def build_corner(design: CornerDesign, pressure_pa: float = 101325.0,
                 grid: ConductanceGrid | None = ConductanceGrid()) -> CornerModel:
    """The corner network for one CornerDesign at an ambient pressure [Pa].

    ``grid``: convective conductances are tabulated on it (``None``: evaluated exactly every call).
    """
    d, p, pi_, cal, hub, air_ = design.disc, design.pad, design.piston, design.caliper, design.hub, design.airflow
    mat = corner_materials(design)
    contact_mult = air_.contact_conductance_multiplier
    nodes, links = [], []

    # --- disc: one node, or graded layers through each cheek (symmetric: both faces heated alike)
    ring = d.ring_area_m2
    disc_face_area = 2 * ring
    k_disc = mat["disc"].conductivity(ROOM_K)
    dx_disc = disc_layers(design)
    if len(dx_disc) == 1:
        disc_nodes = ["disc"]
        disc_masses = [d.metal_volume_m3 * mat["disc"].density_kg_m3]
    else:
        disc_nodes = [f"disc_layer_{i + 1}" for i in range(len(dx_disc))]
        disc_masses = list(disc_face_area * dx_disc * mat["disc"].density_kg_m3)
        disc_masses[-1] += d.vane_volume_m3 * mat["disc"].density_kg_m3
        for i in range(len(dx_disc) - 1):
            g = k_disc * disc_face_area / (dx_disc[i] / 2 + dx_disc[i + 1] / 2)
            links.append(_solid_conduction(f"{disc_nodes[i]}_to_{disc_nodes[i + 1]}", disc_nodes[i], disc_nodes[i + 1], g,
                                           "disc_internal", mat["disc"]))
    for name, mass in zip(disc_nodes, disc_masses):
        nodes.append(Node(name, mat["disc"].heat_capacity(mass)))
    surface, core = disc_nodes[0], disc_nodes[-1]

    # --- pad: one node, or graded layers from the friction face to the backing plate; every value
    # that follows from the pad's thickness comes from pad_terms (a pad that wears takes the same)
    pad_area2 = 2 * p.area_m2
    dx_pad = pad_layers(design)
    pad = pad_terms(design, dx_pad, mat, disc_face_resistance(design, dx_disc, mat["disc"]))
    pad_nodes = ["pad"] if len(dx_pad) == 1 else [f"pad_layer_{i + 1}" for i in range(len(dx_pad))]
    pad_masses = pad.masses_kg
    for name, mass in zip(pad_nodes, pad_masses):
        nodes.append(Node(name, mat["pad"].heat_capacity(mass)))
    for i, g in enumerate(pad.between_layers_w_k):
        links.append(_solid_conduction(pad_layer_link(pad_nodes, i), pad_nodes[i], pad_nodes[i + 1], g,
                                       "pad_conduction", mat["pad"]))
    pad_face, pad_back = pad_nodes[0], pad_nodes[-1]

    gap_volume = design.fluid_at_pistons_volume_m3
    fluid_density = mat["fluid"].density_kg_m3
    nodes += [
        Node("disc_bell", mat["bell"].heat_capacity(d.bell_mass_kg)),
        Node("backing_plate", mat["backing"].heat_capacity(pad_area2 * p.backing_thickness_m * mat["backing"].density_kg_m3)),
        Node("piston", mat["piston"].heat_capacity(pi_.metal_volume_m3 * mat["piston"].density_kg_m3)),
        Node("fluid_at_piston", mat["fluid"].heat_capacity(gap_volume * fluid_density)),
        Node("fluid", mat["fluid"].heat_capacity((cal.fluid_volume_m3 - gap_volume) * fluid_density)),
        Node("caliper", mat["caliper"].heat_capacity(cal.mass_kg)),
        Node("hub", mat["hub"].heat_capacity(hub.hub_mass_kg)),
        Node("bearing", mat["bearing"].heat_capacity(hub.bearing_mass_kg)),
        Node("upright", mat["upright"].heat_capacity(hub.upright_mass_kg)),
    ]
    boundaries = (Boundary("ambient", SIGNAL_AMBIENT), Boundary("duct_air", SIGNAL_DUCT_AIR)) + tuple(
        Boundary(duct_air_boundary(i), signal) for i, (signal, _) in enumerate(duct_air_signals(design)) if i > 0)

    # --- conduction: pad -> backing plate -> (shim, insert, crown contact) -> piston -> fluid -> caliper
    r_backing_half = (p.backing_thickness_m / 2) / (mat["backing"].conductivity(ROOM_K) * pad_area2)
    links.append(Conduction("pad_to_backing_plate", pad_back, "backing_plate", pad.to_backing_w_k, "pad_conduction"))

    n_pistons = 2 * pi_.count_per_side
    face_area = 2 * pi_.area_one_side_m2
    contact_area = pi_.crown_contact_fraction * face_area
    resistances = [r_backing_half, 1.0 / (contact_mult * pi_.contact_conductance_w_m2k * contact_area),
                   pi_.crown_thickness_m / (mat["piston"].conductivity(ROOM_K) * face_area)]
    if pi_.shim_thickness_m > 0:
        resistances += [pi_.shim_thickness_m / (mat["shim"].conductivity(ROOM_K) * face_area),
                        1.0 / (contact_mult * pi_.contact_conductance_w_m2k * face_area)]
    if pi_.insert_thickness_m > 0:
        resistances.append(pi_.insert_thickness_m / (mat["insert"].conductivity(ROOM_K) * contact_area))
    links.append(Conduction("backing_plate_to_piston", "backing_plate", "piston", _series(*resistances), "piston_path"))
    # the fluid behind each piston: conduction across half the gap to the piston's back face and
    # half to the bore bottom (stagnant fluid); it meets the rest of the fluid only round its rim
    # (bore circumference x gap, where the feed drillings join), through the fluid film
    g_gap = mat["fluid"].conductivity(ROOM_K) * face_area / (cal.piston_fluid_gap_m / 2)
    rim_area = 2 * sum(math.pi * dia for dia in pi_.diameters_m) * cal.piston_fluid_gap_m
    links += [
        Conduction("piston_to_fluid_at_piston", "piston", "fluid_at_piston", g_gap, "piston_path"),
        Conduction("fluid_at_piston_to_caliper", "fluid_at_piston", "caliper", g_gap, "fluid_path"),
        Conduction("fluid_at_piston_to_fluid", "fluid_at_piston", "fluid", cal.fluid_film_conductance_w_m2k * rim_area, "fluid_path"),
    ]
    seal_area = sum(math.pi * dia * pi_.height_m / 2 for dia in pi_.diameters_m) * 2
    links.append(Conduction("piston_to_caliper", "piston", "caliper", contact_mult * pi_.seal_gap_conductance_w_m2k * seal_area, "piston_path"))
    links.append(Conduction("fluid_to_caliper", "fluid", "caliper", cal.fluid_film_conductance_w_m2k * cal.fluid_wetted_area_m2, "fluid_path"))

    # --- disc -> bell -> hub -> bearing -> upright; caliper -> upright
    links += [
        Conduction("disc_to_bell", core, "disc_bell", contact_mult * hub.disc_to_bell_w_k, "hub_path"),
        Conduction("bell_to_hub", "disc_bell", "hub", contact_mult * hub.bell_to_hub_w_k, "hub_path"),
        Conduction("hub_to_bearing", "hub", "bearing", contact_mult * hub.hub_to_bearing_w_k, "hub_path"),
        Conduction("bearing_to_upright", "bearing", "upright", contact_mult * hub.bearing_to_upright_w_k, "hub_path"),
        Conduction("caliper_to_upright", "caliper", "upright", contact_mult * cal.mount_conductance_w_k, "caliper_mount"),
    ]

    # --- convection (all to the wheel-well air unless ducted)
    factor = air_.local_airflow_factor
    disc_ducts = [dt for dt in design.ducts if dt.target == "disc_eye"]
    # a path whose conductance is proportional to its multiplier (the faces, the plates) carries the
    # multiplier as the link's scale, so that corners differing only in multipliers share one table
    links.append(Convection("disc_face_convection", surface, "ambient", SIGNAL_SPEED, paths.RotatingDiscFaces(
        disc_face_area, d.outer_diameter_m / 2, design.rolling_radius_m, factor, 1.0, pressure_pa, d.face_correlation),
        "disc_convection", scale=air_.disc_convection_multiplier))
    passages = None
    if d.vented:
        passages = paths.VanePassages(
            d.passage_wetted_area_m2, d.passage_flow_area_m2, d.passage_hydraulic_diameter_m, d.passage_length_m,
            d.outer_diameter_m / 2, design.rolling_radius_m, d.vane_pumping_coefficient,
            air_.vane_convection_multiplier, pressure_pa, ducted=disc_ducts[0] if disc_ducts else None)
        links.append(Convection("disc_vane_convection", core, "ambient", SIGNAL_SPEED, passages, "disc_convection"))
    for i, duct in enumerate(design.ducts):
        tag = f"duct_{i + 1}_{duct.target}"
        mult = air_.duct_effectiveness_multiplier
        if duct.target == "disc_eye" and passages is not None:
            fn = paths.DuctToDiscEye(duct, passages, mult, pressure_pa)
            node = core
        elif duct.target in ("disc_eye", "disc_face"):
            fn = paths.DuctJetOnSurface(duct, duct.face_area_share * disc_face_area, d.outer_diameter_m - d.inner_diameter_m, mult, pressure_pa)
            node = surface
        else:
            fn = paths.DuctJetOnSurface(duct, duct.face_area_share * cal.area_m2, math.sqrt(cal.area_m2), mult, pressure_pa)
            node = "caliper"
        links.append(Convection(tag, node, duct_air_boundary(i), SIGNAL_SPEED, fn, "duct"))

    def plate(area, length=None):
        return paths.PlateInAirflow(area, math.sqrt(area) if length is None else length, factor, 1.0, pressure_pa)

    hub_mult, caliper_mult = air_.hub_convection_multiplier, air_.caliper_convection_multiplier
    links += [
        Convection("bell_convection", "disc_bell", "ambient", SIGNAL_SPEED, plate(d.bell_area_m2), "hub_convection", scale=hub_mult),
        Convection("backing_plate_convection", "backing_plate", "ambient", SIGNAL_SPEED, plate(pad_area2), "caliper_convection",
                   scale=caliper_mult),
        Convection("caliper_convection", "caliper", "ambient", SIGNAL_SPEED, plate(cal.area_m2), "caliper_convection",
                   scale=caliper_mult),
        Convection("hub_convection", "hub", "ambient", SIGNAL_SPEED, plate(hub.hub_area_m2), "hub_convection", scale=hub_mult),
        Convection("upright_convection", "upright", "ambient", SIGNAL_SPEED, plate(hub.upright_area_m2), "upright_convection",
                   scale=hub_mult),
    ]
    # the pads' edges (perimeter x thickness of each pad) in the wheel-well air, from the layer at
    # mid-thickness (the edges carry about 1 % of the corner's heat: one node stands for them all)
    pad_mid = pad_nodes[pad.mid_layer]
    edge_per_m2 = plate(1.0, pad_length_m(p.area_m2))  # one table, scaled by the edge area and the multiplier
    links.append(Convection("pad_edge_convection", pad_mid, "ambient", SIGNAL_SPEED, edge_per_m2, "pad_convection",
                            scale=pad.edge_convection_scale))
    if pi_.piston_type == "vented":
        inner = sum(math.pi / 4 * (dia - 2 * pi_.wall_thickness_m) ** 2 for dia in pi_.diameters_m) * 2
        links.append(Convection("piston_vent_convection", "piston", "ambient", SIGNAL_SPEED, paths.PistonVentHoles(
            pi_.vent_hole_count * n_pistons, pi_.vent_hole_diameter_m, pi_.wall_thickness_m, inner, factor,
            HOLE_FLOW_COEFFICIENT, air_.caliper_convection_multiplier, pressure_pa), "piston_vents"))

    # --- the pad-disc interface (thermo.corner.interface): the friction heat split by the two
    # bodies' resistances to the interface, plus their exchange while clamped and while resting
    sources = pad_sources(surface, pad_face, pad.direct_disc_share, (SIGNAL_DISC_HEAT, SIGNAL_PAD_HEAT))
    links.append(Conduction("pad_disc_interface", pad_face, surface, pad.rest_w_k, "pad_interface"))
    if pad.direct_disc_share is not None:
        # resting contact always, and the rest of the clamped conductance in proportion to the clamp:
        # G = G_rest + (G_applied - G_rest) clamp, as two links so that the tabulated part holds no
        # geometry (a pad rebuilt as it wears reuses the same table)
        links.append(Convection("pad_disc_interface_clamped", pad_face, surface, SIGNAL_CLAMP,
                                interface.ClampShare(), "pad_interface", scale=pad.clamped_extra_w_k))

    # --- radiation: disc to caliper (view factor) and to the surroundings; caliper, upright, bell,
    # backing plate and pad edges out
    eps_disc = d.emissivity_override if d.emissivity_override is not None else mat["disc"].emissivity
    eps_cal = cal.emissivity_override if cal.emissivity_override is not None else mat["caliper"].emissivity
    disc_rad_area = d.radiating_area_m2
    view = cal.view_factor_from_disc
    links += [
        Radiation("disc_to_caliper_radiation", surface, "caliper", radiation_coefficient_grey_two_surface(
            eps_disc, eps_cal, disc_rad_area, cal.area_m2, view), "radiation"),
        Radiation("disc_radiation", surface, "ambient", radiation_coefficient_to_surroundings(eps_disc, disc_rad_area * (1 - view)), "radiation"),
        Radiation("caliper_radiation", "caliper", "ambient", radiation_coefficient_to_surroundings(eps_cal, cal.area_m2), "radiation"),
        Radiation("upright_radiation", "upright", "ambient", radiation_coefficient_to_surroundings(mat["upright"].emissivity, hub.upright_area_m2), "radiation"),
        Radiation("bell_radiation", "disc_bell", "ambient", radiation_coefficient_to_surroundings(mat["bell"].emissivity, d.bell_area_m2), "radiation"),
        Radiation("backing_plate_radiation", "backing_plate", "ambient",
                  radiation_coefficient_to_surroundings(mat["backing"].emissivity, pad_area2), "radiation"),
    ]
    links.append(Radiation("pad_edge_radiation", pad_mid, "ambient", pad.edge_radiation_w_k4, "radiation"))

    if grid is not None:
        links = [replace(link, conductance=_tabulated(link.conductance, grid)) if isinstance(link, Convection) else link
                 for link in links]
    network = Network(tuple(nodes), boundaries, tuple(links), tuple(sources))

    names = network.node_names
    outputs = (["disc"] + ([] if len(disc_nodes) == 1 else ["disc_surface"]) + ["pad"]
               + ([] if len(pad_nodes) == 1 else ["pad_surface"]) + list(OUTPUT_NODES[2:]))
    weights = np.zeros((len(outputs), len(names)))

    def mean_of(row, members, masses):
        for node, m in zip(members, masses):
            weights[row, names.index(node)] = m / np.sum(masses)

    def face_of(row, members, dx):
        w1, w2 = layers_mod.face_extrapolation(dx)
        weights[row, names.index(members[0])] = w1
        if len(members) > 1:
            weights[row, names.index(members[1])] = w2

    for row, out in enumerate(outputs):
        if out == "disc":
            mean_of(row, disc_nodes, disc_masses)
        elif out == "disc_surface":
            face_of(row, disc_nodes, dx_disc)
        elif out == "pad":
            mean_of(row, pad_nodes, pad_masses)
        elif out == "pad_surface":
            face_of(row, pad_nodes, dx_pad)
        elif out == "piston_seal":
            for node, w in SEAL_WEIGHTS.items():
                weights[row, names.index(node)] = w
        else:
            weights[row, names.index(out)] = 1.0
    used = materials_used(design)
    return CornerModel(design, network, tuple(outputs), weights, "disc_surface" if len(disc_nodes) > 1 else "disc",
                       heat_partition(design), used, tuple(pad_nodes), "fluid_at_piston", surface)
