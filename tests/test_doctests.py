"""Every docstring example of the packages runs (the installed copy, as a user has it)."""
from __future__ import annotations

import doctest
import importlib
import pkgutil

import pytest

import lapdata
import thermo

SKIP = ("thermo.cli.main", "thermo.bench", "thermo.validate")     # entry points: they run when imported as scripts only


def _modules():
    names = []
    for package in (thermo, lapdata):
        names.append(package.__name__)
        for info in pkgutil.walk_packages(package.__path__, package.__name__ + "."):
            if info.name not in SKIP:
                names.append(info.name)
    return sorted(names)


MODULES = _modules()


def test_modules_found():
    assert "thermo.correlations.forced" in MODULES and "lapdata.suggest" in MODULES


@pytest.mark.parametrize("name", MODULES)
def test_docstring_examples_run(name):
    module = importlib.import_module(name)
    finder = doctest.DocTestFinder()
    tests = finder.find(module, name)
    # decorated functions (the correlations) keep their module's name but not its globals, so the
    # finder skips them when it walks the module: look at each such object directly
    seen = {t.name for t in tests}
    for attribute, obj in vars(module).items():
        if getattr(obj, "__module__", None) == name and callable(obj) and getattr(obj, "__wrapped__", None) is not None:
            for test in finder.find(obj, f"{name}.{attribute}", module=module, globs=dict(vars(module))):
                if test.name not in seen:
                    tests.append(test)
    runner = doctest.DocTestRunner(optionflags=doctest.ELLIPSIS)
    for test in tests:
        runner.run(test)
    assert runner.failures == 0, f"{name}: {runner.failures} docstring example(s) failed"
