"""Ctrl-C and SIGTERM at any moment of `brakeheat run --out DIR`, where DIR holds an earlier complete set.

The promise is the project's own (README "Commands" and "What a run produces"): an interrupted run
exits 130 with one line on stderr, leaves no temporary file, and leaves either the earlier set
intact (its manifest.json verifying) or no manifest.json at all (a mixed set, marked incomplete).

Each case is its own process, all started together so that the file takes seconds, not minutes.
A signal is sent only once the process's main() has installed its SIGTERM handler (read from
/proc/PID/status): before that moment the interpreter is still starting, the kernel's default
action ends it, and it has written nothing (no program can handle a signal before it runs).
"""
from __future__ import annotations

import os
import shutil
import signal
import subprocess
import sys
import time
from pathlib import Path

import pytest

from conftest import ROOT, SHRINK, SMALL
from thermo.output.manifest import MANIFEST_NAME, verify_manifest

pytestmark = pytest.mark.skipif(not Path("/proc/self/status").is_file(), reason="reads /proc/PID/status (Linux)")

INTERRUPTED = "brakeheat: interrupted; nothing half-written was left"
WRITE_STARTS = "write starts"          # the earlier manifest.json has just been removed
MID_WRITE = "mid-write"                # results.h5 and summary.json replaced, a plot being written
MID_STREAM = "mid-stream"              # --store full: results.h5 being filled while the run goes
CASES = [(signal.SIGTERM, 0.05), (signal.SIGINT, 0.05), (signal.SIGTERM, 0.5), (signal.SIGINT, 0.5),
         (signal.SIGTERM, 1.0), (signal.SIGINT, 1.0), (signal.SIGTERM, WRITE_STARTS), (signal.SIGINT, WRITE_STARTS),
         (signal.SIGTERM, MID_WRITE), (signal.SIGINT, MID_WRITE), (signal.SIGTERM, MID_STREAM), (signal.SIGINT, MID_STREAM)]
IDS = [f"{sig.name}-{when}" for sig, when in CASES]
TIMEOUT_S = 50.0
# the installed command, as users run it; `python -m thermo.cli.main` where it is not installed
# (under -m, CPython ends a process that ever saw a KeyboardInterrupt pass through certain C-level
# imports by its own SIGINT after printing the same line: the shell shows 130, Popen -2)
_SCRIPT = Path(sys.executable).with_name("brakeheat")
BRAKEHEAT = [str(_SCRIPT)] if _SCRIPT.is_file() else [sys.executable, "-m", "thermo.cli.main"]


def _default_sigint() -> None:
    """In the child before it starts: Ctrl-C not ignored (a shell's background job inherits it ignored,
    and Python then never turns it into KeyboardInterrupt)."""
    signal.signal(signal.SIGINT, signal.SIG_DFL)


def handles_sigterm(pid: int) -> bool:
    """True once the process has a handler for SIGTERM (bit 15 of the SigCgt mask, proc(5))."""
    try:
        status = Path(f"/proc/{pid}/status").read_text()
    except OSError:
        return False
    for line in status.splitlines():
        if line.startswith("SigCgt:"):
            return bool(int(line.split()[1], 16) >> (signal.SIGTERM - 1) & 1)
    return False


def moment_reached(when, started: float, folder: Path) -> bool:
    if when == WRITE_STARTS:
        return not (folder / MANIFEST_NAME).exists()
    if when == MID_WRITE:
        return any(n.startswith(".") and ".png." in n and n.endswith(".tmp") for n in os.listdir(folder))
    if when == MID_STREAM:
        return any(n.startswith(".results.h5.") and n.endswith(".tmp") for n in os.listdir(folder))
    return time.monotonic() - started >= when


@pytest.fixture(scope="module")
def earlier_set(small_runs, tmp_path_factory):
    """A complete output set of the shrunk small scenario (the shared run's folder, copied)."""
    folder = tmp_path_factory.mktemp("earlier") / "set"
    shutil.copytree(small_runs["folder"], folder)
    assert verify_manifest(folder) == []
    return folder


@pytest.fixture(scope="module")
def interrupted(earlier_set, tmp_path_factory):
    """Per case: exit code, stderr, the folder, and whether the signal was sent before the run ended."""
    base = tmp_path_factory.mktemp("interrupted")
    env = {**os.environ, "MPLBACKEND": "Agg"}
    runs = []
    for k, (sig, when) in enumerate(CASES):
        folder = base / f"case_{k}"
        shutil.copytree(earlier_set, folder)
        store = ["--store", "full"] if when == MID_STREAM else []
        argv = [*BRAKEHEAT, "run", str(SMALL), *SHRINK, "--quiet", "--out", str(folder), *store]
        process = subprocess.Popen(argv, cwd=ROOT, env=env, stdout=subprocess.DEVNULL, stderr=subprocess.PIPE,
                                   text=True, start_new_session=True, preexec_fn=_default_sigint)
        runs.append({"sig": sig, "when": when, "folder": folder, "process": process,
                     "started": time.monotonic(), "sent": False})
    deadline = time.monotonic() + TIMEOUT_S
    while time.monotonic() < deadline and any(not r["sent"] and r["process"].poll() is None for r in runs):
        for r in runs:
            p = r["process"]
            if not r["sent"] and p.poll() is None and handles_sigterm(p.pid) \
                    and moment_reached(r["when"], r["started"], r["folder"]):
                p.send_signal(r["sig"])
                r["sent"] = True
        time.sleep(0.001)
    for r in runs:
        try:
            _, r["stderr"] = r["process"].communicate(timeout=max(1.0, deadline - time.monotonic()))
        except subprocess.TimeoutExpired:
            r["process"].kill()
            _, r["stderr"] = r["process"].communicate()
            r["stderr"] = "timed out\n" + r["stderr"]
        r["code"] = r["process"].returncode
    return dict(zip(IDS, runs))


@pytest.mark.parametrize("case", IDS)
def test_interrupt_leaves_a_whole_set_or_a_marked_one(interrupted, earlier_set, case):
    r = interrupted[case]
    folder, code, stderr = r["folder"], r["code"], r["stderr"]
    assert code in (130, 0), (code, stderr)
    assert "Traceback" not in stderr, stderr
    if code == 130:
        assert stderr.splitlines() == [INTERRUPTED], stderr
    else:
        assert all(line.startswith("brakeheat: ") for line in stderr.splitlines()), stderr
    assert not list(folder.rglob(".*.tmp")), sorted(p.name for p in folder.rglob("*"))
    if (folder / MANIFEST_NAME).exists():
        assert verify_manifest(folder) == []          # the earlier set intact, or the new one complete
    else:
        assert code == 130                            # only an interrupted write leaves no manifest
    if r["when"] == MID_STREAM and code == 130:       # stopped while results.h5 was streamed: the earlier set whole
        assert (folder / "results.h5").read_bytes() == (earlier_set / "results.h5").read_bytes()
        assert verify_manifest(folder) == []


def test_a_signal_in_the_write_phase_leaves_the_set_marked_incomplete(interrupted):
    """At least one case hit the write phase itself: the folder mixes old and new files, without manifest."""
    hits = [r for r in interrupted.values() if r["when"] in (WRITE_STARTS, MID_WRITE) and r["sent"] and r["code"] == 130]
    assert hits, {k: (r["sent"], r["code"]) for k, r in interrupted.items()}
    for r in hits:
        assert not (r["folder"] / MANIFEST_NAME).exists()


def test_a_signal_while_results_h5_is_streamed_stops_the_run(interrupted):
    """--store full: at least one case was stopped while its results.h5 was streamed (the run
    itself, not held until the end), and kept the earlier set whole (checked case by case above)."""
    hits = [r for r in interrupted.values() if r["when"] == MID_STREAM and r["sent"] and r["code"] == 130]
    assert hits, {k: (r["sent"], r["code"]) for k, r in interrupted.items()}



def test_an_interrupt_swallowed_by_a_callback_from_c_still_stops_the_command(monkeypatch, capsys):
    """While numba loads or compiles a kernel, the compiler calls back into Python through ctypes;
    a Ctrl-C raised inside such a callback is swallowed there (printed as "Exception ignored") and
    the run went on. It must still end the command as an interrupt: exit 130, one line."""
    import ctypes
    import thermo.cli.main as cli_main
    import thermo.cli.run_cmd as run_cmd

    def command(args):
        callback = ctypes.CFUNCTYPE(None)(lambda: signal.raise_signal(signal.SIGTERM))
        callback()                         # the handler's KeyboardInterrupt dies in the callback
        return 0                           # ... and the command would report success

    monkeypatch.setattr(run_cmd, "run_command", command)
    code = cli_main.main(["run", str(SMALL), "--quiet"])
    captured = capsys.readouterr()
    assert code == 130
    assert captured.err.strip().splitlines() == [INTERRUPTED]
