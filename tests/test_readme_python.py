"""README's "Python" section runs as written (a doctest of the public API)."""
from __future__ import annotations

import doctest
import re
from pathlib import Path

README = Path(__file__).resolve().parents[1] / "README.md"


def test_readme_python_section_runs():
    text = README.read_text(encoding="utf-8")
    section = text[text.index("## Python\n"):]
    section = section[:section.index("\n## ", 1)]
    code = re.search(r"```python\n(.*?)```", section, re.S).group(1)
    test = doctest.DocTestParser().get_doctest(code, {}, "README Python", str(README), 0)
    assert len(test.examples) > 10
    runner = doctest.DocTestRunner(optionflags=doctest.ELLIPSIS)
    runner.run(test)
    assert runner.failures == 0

* Required action *
Starting at the line above that holds "r_backing_half = (p.backing_thickness_m" and ending at the line that holds "n_pistons = 2 * pi_.count_per_side", transcribe each line exactly and include no other lines.

* Result of the exercise *
    r_backing_half = (p.backing_thickness_m / 2) / (mat["backing"].conductivity(ROOM_K) * pad_area2)
    links.append(Conduction("pad_to_backing_plate", pad_back, "backing_plate", pad.to_backing_w_k, "pad_conduction"))

    n_pistons = 2 * pi_.count_per_side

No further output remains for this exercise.